Redness of the eyes - when you need to see a doctor
Eye redness, or red eye syndrome, is the most common reason for visiting an ophthalmologist.
The underlying cause of red eyes is dilation of the blood vessels in the conjunctiva (the transparent film covering the eyeball), the sclera (the white part of the eye), or the episclera (the outer layer of the sclera). This vascular reaction can be caused by physical impact (foreign body intrusion), chemicals (detergents, acids, and alkalis), allergies, or infectious inflammation. In addition, eye strain and dry eye disease can cause redness.

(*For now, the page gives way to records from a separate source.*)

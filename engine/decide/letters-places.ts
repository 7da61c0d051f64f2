import type { Budget } from '../arith/budget';
import { negateInt } from '../arith/int';
import type { Expression } from '../expression/expression';
import { rationals } from '../field/rational';
import {
  constantFunction,
  multiplyFunctions,
  polynomialFunction,
  powerFunction,
  substituteLetter,
  type LetterFunction,
} from '../field/letter-function';
import {
  coefficientsIn,
  degreeIn,
  isConstant,
  leadingIn,
  lettersIn,
  negateMulti,
  type LetterRing,
  type MultiPolynomial,
} from '../field/multivariate';
import { splitBase } from '../field/multivariate-split';
import { leastSize } from '../field/write-multivariate';
import { evaluate } from '../ring/evaluate';
import { characteristicClass } from '../ring/sign-ring';
import { tabledRing } from '../ring/tabled-ring';
import type { Term } from '../ring/term';
import { wordRing } from '../ring/word-ring';
import { exponentsOver } from './letters-generators';
import { leafDifferences, placesOf, type LeafDifference } from './letters-leaf';

/** One step on the way to a field with fewer letters: the residue at an irreducible polynomial, or s at infinity in a letter. */
export type Step =
  { readonly kind: 'residue'; readonly at: MultiPolynomial } | { readonly kind: 'infinity'; readonly letter: number };

/** A chain of residues and specialisations at whose end a class does not vanish. */
export interface Separation extends LeafDifference {
  readonly path: readonly Step[];
  /** What the two sides end in. */
  left(): Expression;
  right(): Expression;
}

/** What the places tell about a class, by degree. */
export interface Seen {
  /** The first chain found that ends in something not zero. */
  readonly separations: ReadonlyMap<number, Separation>;
  /** Degrees in which something was met that could not be told. */
  readonly open: ReadonlySet<number>;
  /** Degrees in which something that is not zero modulo η, or modulo h, was found. */
  readonly notModEta: ReadonlySet<number>;
  readonly notModH: ReadonlySet<number>;
  readonly chains: number;
}

/** An entry on its way: a function in the letters that are left, times powers of marks that stand for uniformizers. */
interface Entry {
  readonly value: LetterFunction;
  readonly marks: readonly bigint[];
}

interface Stage {
  readonly terms: readonly Term<number>[];
  readonly entries: ReadonlyMap<number, Entry>;
  readonly letters: ReadonlySet<number>;
  readonly path: readonly Step[];
  readonly markCount: number;
}

/**
 * Decides whether two sums of terms are equal over ℚ(letters) or 𝔽_p(letters), by J. Milnor's sequence for Milnor–Witt K-theory along one
 * letter after the other: over k(t) a class is zero iff its residues at all irreducible polynomials of k[t] and s at infinity
 * are (F. Morel, LNM 2052, Theorem 3.24; J. Milnor, Invent. Math. 9, 1970, Theorem 2.3; numbers from memory).
 *
 * Residue and specialisation at P come at once, as the ring map that replaces every entry by its leading term: Pⁿu becomes yⁿū
 * with a new letter y, a mark, and [y] takes the part of ξ in Θ_P (Morel, Theorem 3.15). So nothing is expanded before the
 * last letter is gone. The residue field at P is again a field of rational functions where P has degree 1 in some letter;
 * other residue fields are not entered: there a residue counts as zero when it vanishes as a word in the factors of its entries,
 * and as open when not.
 */
export function seeLetters(
  ring: LetterRing,
  entries: readonly LetterFunction[],
  [left, right]: readonly [readonly Term<number>[], readonly Term<number>[]],
  budget: Budget,
): Seen {
  // left − right, each term on the right known by its negative
  const onRight = new Map(right.map((term) => [{ ...term, coefficient: negateInt(term.coefficient) }, term] as const));
  const all = [...left, ...onRight.keys()];
  const separations = new Map<number, Separation>();
  const open = new Set<number>();
  const notModEta = new Set<number>();
  const notModH = new Set<number>();
  let chains = 0;

  const visit = (stage: Stage): void => {
    budget.spend('taking residues along letters');
    if (stage.terms.length === 0) return;
    const factored = factorStage(ring, stage);
    if (factored.base.length === 0) return leaf(stage);
    const letter = chooseLetter(ring, stage, factored.base);
    const infinite = factored.base.map((f) => (degreeIn(f, letter) > 0 ? leadingIn(f, letter) : f));
    visit({
      ...stage,
      entries: replaced(
        ring,
        stage,
        factored,
        infinite.map((f) => polynomialFunction(ring, f)),
        undefined,
      ),
      letters: without(stage.letters, letter),
      path: [...stage.path, { kind: 'infinity', letter }],
    });
    factored.base.forEach((at, index) => {
      if (degreeIn(at, letter) > 0) residue(stage, factored, at, index);
    });
  };

  const residue = (stage: Stage, factored: Factored, at: MultiPolynomial, index: number): void => {
    const ramified = stage.terms.filter((term) =>
      [...placesOf([term])].some((place) => factored.exponents.get(place)?.has(index)),
    );
    if (ramified.length === 0) return;
    const solvable = linearLetter(ring, at, stage.letters);
    if (solvable === undefined) return formal({ ...stage, terms: ramified }, factored, index);
    const value = solved(ring, at, solvable);
    const images = factored.base.map((f, i) =>
      i === index ? constantFunction(ring, rationals.one) : substituteLetter(ring, f, solvable, value),
    );
    visit({
      terms: ramified,
      entries: replaced(ring, { ...stage, terms: ramified }, factored, images, index),
      letters: without(stage.letters, solvable),
      path: [...stage.path, { kind: 'residue', at }],
      markCount: stage.markCount + 1,
    });
  };

  const leaf = (stage: Stage): void => {
    chains += 1;
    const entryAt = (place: number) => {
      const entry = stage.entries.get(place);
      if (entry === undefined) throw new RangeError('an entry that was not carried along');
      return { constant: entry.value.constant, marks: entry.marks };
    };
    const { terms, markCount } = stage;
    for (const found of leafDifferences({ characteristic: ring.characteristic, terms, entryAt, markCount }, budget)) {
      if (!separations.has(found.degree)) {
        const side = (own: ReadonlySet<Term<number>>) => (): Expression =>
          found.value(terms.filter((term) => own.has(term)));
        const right = (): Expression => found.value(terms.flatMap((term) => onRight.get(term) ?? []));
        separations.set(found.degree, { ...found, path: stage.path, left: side(new Set(left)), right });
      }
      if (!found.zeroModEta) notModEta.add(found.degree);
      if (!found.zeroModH) notModH.add(found.degree);
    }
  };

  /** At a place whose residue field is not entered: the words that hold its mark and all others must cancel by themselves. */
  const formal = (stage: Stage, factored: Factored, index: number): void => {
    const { markCount } = stage;
    const constants = new Map<string, number>();
    const monomial = (place: number) => {
      const entry = stage.entries.get(place);
      const exponents = new Map<number, bigint>();
      entry?.marks.forEach((e, i) => {
        if (e !== 0n) exponents.set(i, e);
      });
      for (const [i, e] of factored.exponents.get(place) ?? []) exponents.set(markCount + i, e);
      const { constant } = entry?.value ?? never();
      const [num, den] = [leastSize(ring, constant.num), constant.den];
      const negative = num < 0n;
      const size = `${negative ? -num : num}/${den}`;
      if (size !== '1/1') {
        if (!constants.has(size)) constants.set(size, markCount + factored.base.length + constants.size);
        exponents.set(constants.get(size) ?? 0, 1n);
      }
      return { negative, exponents };
    };
    const words = wordRing(characteristicClass(ring.characteristic), budget);
    const needed = ((1n << BigInt(markCount)) - 1n) | (1n << BigInt(markCount + index));
    for (const [degree, value] of evaluate(stage.terms, tabledRing(words, monomial), budget))
      if ([...value.keys()].some((mask) => (mask & needed) === needed)) open.add(degree);
  };

  visit({
    terms: all,
    entries: new Map([...placesOf(all)].map((place) => [place, { value: entries[place] ?? never(), marks: [] }])),
    letters: new Set(ring.letters.map((_, i) => i)),
    path: [],
    markCount: 0,
  });
  return { separations, open, notModEta, notModH, chains };
}

/** The entries of a stage over a coprime base of their factors. */
interface Factored {
  readonly base: readonly MultiPolynomial[];
  /** Exponents by entry and by place in the base, those that are 0 left out. */
  readonly exponents: ReadonlyMap<number, ReadonlyMap<number, bigint>>;
}

function factorStage(ring: LetterRing, { terms, entries }: Stage): Factored {
  const places = [...placesOf(terms)];
  const polynomials = new Map<string, MultiPolynomial>();
  for (const place of places)
    for (const [key, { base }] of entries.get(place)?.value.factors ?? []) polynomials.set(key, base);
  const base = splitBase(ring, polynomials.values());
  const inBase = new Map([...polynomials].map(([key, f]) => [key, exponentsOver(ring, f, base)] as const));
  const used = new Set<number>();
  const exponents = new Map<number, Map<number, bigint>>();
  for (const place of places) {
    const own = new Map<number, bigint>();
    for (const [key, { exponent }] of entries.get(place)?.value.factors ?? [])
      for (const [i, e] of inBase.get(key) ?? []) own.set(i, (own.get(i) ?? 0n) + exponent * BigInt(e));
    for (const [i, e] of own)
      if (e === 0n) own.delete(i);
      else used.add(i);
    exponents.set(place, own);
  }
  if (used.size === base.length) return { base, exponents };
  const kept = base.map((_, i) => i).filter((i) => used.has(i));
  const moved = new Map(kept.map((old, i) => [old, i]));
  return {
    base: kept.flatMap((i) => [base[i] ?? never()]),
    exponents: new Map(
      [...exponents].map(([place, own]) => [place, new Map([...own].map(([i, e]) => [moved.get(i) ?? 0, e]))]),
    ),
  };
}

/** The entries of the terms with every base element replaced by its image, and one of them by a new mark. */
function replaced(
  ring: LetterRing,
  { terms, entries }: Stage,
  { exponents }: Factored,
  images: readonly LetterFunction[],
  mark: number | undefined,
): ReadonlyMap<number, Entry> {
  const result = new Map<number, Entry>();
  for (const place of placesOf(terms)) {
    const entry = entries.get(place) ?? never();
    let value = constantFunction(ring, entry.value.constant);
    for (const [i, e] of exponents.get(place) ?? [])
      if (i !== mark) value = multiplyFunctions(ring, value, powerFunction(ring, images[i] ?? never(), e));
    const marks = mark === undefined ? entry.marks : [...entry.marks, exponents.get(place)?.get(mark) ?? 0n];
    result.set(place, { value, marks });
  }
  return result;
}

/** The letter along which the fewest residues are met that cannot be entered, and then the fewest at all. */
function chooseLetter(ring: LetterRing, { letters }: Stage, base: readonly MultiPolynomial[]): number {
  const present = new Set(base.flatMap((f) => lettersIn(ring, f)));
  let best: { readonly letter: number; readonly cost: number } | undefined;
  for (const letter of present) {
    let cost = 0;
    for (const f of base)
      if (degreeIn(f, letter) > 0) cost += linearLetter(ring, f, letters) === undefined ? 1000 : 1 + f.length;
    if (best === undefined || cost < best.cost) best = { letter, cost };
  }
  return best?.letter ?? never();
}

/** A letter in which a polynomial has degree 1, with as short a coefficient as there is. */
function linearLetter(ring: LetterRing, f: MultiPolynomial, letters: ReadonlySet<number>): number | undefined {
  let best: { readonly letter: number; readonly cost: number } | undefined;
  for (const letter of lettersIn(ring, f)) {
    if (!letters.has(letter) || degreeIn(f, letter) !== 1) continue;
    const lead = leadingIn(f, letter);
    const cost = isConstant(lead) ? 0 : lead.length;
    if (best === undefined || cost < best.cost) best = { letter, cost };
  }
  return best?.letter;
}

/** The value of a letter where a polynomial of degree 1 in it is 0. */
function solved(ring: LetterRing, f: MultiPolynomial, letter: number): LetterFunction {
  const parts = coefficientsIn(f, letter);
  const rest = polynomialFunction(ring, negateMulti(ring, parts.get(0) ?? []));
  return multiplyFunctions(ring, rest, powerFunction(ring, polynomialFunction(ring, parts.get(1) ?? []), -1n));
}

const without = (letters: ReadonlySet<number>, letter: number): ReadonlySet<number> =>
  new Set([...letters].filter((other) => other !== letter));

function never(): never {
  throw new RangeError('out of range');
}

Many causes of the red eyes include:
- blepharitis (inflammation of the eyelids);
- stye (a red, painful lump at the edge of the eyelid);
- chalazion (cyst of the meibomian gland);
- a complication after eye surgery;
- a complication of wearing contact lenses;
- a side effect or complication of eye drops;
- a dry eye disease (decreased tear production);
- ectropion (eversion of the eyelid outward);
- entropion (inwardly turned eyelid);
- trauma, such as blunt trauma or burns;
- a foreign body in the eye;
- conjunctivitis (viral, bacterial, allergic);
- subconjunctival hemorrhage;
- keratitis (corneal inflammation);
- corneal herpetic infections;
- corneal erosion;
- corneal ulcer;
- scleritis (inflammation of the white part of the eye);
- uveitis (inflammation of the vascular layer of the eye);
- glaucoma (acute attack of angle-closure glaucoma);
- hay fever (allergic rhinitis);
- orbital cellulitis (severe infection of the tissues around the eye);
- acute dacryoadenitis (inflammation of the lacrimal gland);
- acute dacryocystitis (inflammation of the lacrimal sac);
When should I see a doctor?
Most causes of the red eye do not require immediate medical attention.
If you see red eyes, you should see a doctor if:
- your eye is red after an injury;
- you have a headache and blurred vision;
- your symptoms last longer than one week;
- you notice worsening in your vision;
- you see white rings or halos around lights;
- you have eye pain;
- you have sensitivity to light (photophobia);
- you experience nausea and vomiting;
- you have discharge coming from one or both eyes;
- you are taking blood thinners, such as heparin or warfarin.
Complications of red eye
Most causes of red eye will not lead to serious complications.
If you have an infection that causes vision changes, it may affect your ability to work and daily activities.
However, infections that are not treated in time can lead to permanent eye damage and even vision loss!
How to get rid of red eyes
If red eyes are caused by conditions such as conjunctivitis or blepharitis, you can treat your symptoms at home. Warm compresses on your eyes can help reduce swelling and hyperemia.
You should avoid using vasoconstrictor drops and wearing contact lenses until the inflammation passes.
You should also wash your hands regularly and avoid wearing makeup or touching your eyes.
Artificial tears are recommended to moisten the surface of your eye and relieve symptoms.
Depending on your diagnosis, your doctor may prescribe treatment to help relieve your symptoms. It may include antibiotics, eye drops, and home care as described above.
In some cases, if your eye is very irritated, your doctor may suggest wearing a patch to limit exposure to light and help your eye heal.
Prevention of red eyes
Most cases of red eyes can be prevented by following good hygiene and avoiding irritants that can cause redness.
To prevent red eye syndrome:
- Wash your hands if you come in contact with someone who has an eye infection.
- Wash off all eye makeup daily.
- Do not wear contact lenses longer than recommended.
- Clean contact lenses regularly.
- Avoid activities that can cause eye strain.
- Avoid substances that can cause eye irritation.
- If your eye becomes dirty, rinse it with water and dry it with a warm cloth.